Generative Reward Models (GRMs) have attracted considerable research interest in reward modeling due to their interpretability, inference-time scalability, and potential for refinement through reinforcement learning (RL). However, widely used pairwise GRMs create a computational bottleneck when integrated with RL algorithms such as Group Relative Policy Optimization (GRPO). This bottleneck arises from two factors: (i) the O(n^2) time complexity of pairwise comparisons required to obtain relative scores, and (ii) the computational overhead of repeated sampling or additional chain-of-thought (CoT) reasoning to improve performance. To address the first factor, we propose Intergroup Relative Preference Optimization (IRPO), a novel RL framework that incorporates the well-established Bradley-Terry model into GRPO. By generating a pointwise score for each response, IRPO enables efficient evaluation of arbitrarily many candidates during RL training while preserving interpretability and fine-grained reward signals. Experimental results demonstrate that IRPO achieves state-of-the-art (SOTA) performance among pointwise GRMs across multiple benchmarks, with performance comparable to that of current leading pairwise GRMs. Furthermore, we show that IRPO significantly outperforms pairwise GRMs in post-training evaluations.
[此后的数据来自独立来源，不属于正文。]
// Reads a file of the NIST Statistical Reference Datasets for linear regression (test/reference/strd/*.dat).
import { readFileSync } from "node:fs";

export interface StrdLinear {
  /** Rows of numbers as listed: the response first, then the predictors. */
  readonly rows: readonly (readonly number[])[];
  readonly estimates: readonly number[];
  readonly standardErrors: readonly number[];
  readonly residualStandardDeviation: number;
}

export function readStrd(name: string): StrdLinear {
  const text = readFileSync(new URL(`strd/${name}.dat`, import.meta.url), "utf8");
  const lines = text.split(/\r?\n/);
  const [, first, last] = /Data\s+\(lines\s+(\d+)\s+to\s+(\d+)\)/.exec(text)!.map(Number);
  const numbers = (line: string): number[] => line.trim().split(/\s+/).map(Number);
  const parameters = lines
    .filter((line) => /^\s+B\d+\s+\S+\s+\S+\s*$/.test(line))
    .map((line) => numbers(line).slice(1));
  const deviation = /Residual\s+Standard Deviation\s+(\S+)/.exec(text)!;
  return {
    rows: lines.slice(first! - 1, last).map(numbers),
    estimates: parameters.map(([estimate]) => estimate!),
    standardErrors: parameters.map(([, error]) => error!),
    residualStandardDeviation: Number(deviation[1]),
  };
}
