// How far each reading of a least-squares fit lies from the fit of all the others.
// One bad reading among ten pulls the fit and hides in its scatter; taken out, it shows.
import { checkNumbers, fraction } from "../door.js";
import { studentQuantile } from "./distributions.js";
import { checkSameLength } from "./lists.js";

/**
 * Externally Studentized residuals: each residual over the standard deviation that the other readings leave for it.
 *
 * - `residuals`: of all readings, each times the square root of its weight.
 * - `leverage`: of each reading, 0 to below 1.
 * - `degreesOfFreedom`: of the fit, at least 2.
 *
 * t_i = r_i / (s_(i) sqrt(1 - h_i)), s_(i)^2 = (sum r^2 - r_i^2 / (1 - h_i)) / (degreesOfFreedom - 1). With fewer than 2
 * degrees of freedom nothing can be said and all are 0.
 * @throws InputError when the lists differ in length.
 * @source R. D. Cook, S. Weisberg, Residuals and Influence in Regression, 1982, section 2.2 (from memory).
 * @example
 * ```ts
 * import { deletedResiduals, linearLeastSquares } from "resinwright";
 * const x = [1, 2, 3, 4, 5, 6];
 * const fit = linearLeastSquares({ design: x.map((one) => [1, one]), response: [1.1, 1.9, 3.1, 6, 5.1, 5.9] });
 * deletedResiduals(fit).map((t) => Math.abs(t) > 5); // → [false, false, false, true, false, false]
 * ```
 */
export function deletedResiduals(fit: {
  readonly residuals: readonly number[];
  readonly leverage: readonly number[];
  readonly degreesOfFreedom: number;
}): number[] {
  const { residuals, leverage, degreesOfFreedom } = fit;
  checkSameLength("deletedResiduals", { residuals, leverage });
  if (degreesOfFreedom < 2) return residuals.map(() => 0);
  const sum = residuals.reduce((total, r) => total + r * r, 0);
  return residuals.map((r, i) => {
    const room = Math.max(1 - leverage[i]!, 1e-9);
    // Where all the rest lies on the fit, rounding alone is left.
    const others = Math.max(sum - (r * r) / room, 1e-12 * sum) / (degreesOfFreedom - 1);
    return sum === 0 ? 0 : r / Math.sqrt(room * others);
  });
}

/**
 * The size of a deleted residual that chance would exceed in one table out of 1 / `chance`, whichever reading it is.
 *
 * - `points`: readings in the table, at least 1.
 * - `degreesOfFreedom`: of the fit, at least 2.
 * - `chance`: 0 to 1, both ends left out.
 *
 * Student's t at 1 - chance / (2 points) with degreesOfFreedom - 1 degrees (Bonferroni). Infinity below 2 degrees.
 * @throws InputError when a field is out of range.
 * @source As {@link deletedResiduals}, section 2.2.2.
 * @example
 * ```ts
 * import { deletedResidualLimit } from "resinwright";
 * deletedResidualLimit({ points: 10, degreesOfFreedom: 8, chance: 0.05 }); // → 4.03
 * ```
 */
export function deletedResidualLimit(input: {
  readonly points: number;
  readonly degreesOfFreedom: number;
  readonly chance: number;
}): number {
  const { points, degreesOfFreedom, chance } = input;
  checkNumbers("deletedResidualLimit", input, {
    points: { min: 1 },
    degreesOfFreedom: { min: 0 },
    chance: fraction,
  });
  if (degreesOfFreedom < 2) return Infinity;
  return studentQuantile({ probability: 1 - chance / (2 * points), degreesOfFreedom: degreesOfFreedom - 1 });
}
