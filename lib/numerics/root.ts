// One root finder for the library: Brent's method, which never leaves its bracket and never loops for ever.
import { checkNumbers, InputError } from "../door.js";

/** What `findRoot` is asked: where `f` changes sign between `low` and `high`. */
export interface RootProblem {
  /** A continuous function with values of opposite sign (or zero) at `low` and `high`. */
  readonly f: (x: number) => number;
  readonly low: number;
  readonly high: number;
  /** Stands before each error message: which model asked. */
  readonly where: string;
}

/**
 * The x between `low` and `high` with f(x) = 0, to the last few digits of x.
 *
 * Each step is an inverse quadratic or secant step if that stays inside the bracket and shrinks it fast enough,
 * and a bisection otherwise; it stops when the bracket is narrower than 4 units in the last place of x.
 * @throws InputError when f has the same sign at both ends, or is not a finite number somewhere in between.
 * @source R. P. Brent, Algorithms for Minimization without Derivatives, Prentice-Hall 1973, chapter 4 (from memory).
 * @example
 * ```ts
 * import { findRoot } from "resinwright";
 * findRoot({ f: (x) => x * x - 2, low: 0, high: 2, where: "example" }); // → 1.414213562373
 * ```
 */
export function findRoot({ f, low, high, where }: RootProblem): number {
  checkNumbers(where, { low, high }, { low: {}, high: {} });
  const value = (x: number): number => finiteAt(where, x, f(x));
  // b is the best estimate, a the one before it, c the far end of the bracket.
  let [a, b] = [low, high];
  let [fa, fb] = [value(a), value(b)];
  if (fa === 0) return a;
  if (Math.sign(fa) === Math.sign(fb)) {
    throw new InputError(
      `${where}: no sign change between ${low} (value ${fa}) and ${high} (value ${fb}); the bracket must hold a root`,
    );
  }
  let [c, fc] = [a, fa];
  let step = b - a;
  let stepBefore = step;
  for (;;) {
    if (Math.abs(fc) < Math.abs(fb)) {
      [a, b, c] = [b, c, b];
      [fa, fb, fc] = [fb, fc, fb];
    }
    const tolerance = 2 * Number.EPSILON * Math.abs(b) + Number.MIN_VALUE;
    const half = (c - b) / 2;
    if (Math.abs(half) <= tolerance || fb === 0) return b;
    const proposed =
      Math.abs(stepBefore) >= tolerance && Math.abs(fa) > Math.abs(fb)
        ? interpolatedStep({ a, b, c, fa, fb, fc })
        : undefined;
    if (proposed !== undefined && isSafe(proposed, { half, tolerance, stepBefore })) {
      [stepBefore, step] = [step, proposed];
    } else {
      [stepBefore, step] = [half, half];
    }
    [a, fa] = [b, fb];
    b += Math.abs(step) > tolerance ? step : Math.sign(half) * tolerance;
    fb = value(b);
    if (Math.sign(fb) === Math.sign(fc)) {
      [c, fc] = [a, fa];
      step = b - a;
      stepBefore = step;
    }
  }
}

interface Bracket {
  readonly a: number;
  readonly b: number;
  readonly c: number;
  readonly fa: number;
  readonly fb: number;
  readonly fc: number;
}

/** The step from b to the root of the secant through a and b, or of the inverse quadratic through a, b and c. */
function interpolatedStep({ a, b, c, fa, fb, fc }: Bracket): number {
  const s = fb / fa;
  if (a === c) return ((c - b) * s) / (1 - s);
  const q = fa / fc;
  const r = fb / fc;
  const p = s * ((c - b) * q * (q - r) - (b - a) * (r - 1));
  return -p / ((q - 1) * (r - 1) * (s - 1));
}

/** A step is taken if it stays within three quarters of the bracket and is less than half the step before last. */
function isSafe(
  step: number,
  { half, tolerance, stepBefore }: Record<"half" | "tolerance" | "stepBefore", number>,
): boolean {
  const towardsRoot = step * Math.sign(half);
  return (
    towardsRoot > 0 &&
    towardsRoot < 1.5 * Math.abs(half) - tolerance / 2 &&
    Math.abs(step) < Math.abs(stepBefore) / 2
  );
}

function finiteAt(where: string, x: number, value: number): number {
  if (Number.isFinite(value)) return value;
  throw new InputError(
    `${where}: the function to be solved is ${value} at ${x}; it must be finite within the bracket`,
  );
}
翻译：生成式奖励模型（GRMs）因其可解释性、推理时的可扩展性以及通过强化学习（RL）进行优化的潜力，在奖励建模领域引起了广泛的研究兴趣。然而，广泛使用的成对GRMs在与诸如组相对策略优化（GRPO）等RL算法结合时，会产生计算瓶颈。这一瓶颈源于两个因素：（i）为获取相对分数所需的成对比较具有O(n^2)时间复杂度；（ii）为提升性能而进行的重复采样或额外思维链（CoT）推理带来的计算开销。针对第一个因素，我们提出了组间相对偏好优化（IRPO），这是一个新颖的RL框架，它将成熟的Bradley-Terry模型融入GRPO。通过为每个响应生成一个点式分数，IRPO能够在RL训练期间高效评估任意数量的候选方案，同时保持可解释性和细粒度的奖励信号。实验结果表明，IRPO在多个基准测试中实现了点式GRMs中的最先进（SOTA）性能，其表现与当前领先的成对GRMs相当。此外，我们证明IRPO在后训练评估中显著优于成对GRMs。